His blood froze. He heard the padding of camel’s feet and the muffled sound of arms just ahead of him. They were almost upon him, and the Imam’s soldiers were closing in from the rear. He seized a rock and crouched by the roadside. There were only three camels, and one lacked a rider. He hurled the missile at the leader’s chest.
Chunk! He reeled in the saddle, cursed wrathfully, and recovered. Only one such voice in Arabia, and only one man who could digest such a blow: Red O’Hara.
“Hold it, Red!” shouted Farrell, ducking the answering pistol blast.
“Pile on!” said O’Hara, wheeling his beast.
“Just a second—”
The Imam’s cavalry was perilously near, but Farrell had urgent business. He turned, booted Habeeb headlong into the gloom, then swung to the saddle.
“Sure, and I got the breaks,” explained O’Hara, as they raced southward. “She was a fine figure of a woman, and she slipped a knife into my cell. So we stole some camels and I came to get you.”
It was only then that Farrell noted that O’Hara’s companion was a woman.
“You have all the luck, Red,” concluded Farrell, as he told how he had almost escaped the governor of Hodeidah.
“And what do you say her name was?” demanded O’Hara. “Not the fat one, but her maid.”
“Zayda.”
“Zayda, eh?”
There was something odd about O’Hara’s voice; but what confirmed Farrell’s suspicions was the soft laugh of their companion, and the lowering of her veil.
Zayda herself! For a long moment the silence was broken only by the padding of feet of the camels. The sudden chill was not from the desert night.
“And so you got me out of jail just to do him a favor?” growled O’Hara.

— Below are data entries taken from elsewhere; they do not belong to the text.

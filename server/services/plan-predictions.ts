import { materialIds } from '../../shared/acoustics'
import type { PlanPredictions, PlanPreview, PlanRoom } from '../../shared/plan'
import { planIssues, type PlanBody } from '../../shared/schemas/plan'
import { engineLimitIssues } from '../../shared/schemas/room'
import { AppError, badRequest } from '../errors'
import { EngineTaskFailedError, runEngineTask } from '../analysis/pool'

export type { PlanPreview }

/** 400 with field paths for a plan that does not fit its room (positions outside, unknown ids or materials). */
export function checkPlan(room: PlanRoom, body: PlanBody): void {
  const fields = planIssues(body, room)
  const known = new Set(materialIds())
  body.treatments.forEach((t, i) => {
    if (t.materialId && !known.has(t.materialId)) fields.push({ path: `treatments.${i}.materialId`, message: `unknown material "${t.materialId}"` })
  })
  if (fields.length) throw badRequest('Some parts of the plan need another look', fields)
}

/**
 * Runs the engine in the worker pool (a plan is several analyses of room copies: never on the event loop);
 * an impossible room copy (the engine's RangeError) answers 400 with its physical reason.
 */
async function engine<T>(run: () => Promise<T>): Promise<T> {
  try {
    return await run()
  } catch (e) {
    if (e instanceof RangeError) throw badRequest(`The plan cannot be predicted: ${e.message}`)
    if (e instanceof EngineTaskFailedError) throw new AppError('The room engine is busy; please try again in a moment', { status: 503, code: 'engine_unavailable' })
    throw e
  }
}

/** A room stored before the engine limits existed is refused with the same 422 as a new one. */
function checkRoomLimits(room: PlanRoom): void {
  const issues = engineLimitIssues(room)
  if (issues.length) throw new AppError(`This room is beyond what Roomwright analyses: ${issues[0].message}`, { status: 422, code: 'beyond_engine_limits', fields: issues.map((i) => ({ path: i.path, message: i.message })) })
}

/** Predictions for a plan on a room, checked first. */
export async function planPredictions(room: PlanRoom, body: PlanBody): Promise<PlanPredictions> {
  checkPlan(room, body)
  checkRoomLimits(room)
  return engine(() => runEngineTask('planPredictions', room, body))
}

/** Everything the editor shows for an unsaved plan. */
export async function planPreview(room: PlanRoom, body: PlanBody): Promise<PlanPreview> {
  checkPlan(room, body)
  checkRoomLimits(room)
  return engine(() => runEngineTask('planPreview', room, body))
}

“You big louse, as if you had any kick coming!” retorted Farrell. “After a week across the desert with her!”
Then Zayda interposed: and her solution of the tangle was simple.
A long, three-cornered exchange of glances in the moonlight, and grimness expanded into grins.
“Be good, now, and ain’t our girl got the answer!” admitted O’Hara. Then he frowned, and demanded: “But what’s this polyandry stuff she’s talking about?”
“Oh, that?” Farrell chuckled. “That’s the great ambition of every Arab woman. But now that that’s settled, let’s dope out some alibi to hand Ibn Saoud for the way we muffed that job of spying.”
O’Hara snorted.
“To hell with Ibn Saoud and the rest o’ them kings until we find out how our girl’s idea works out!”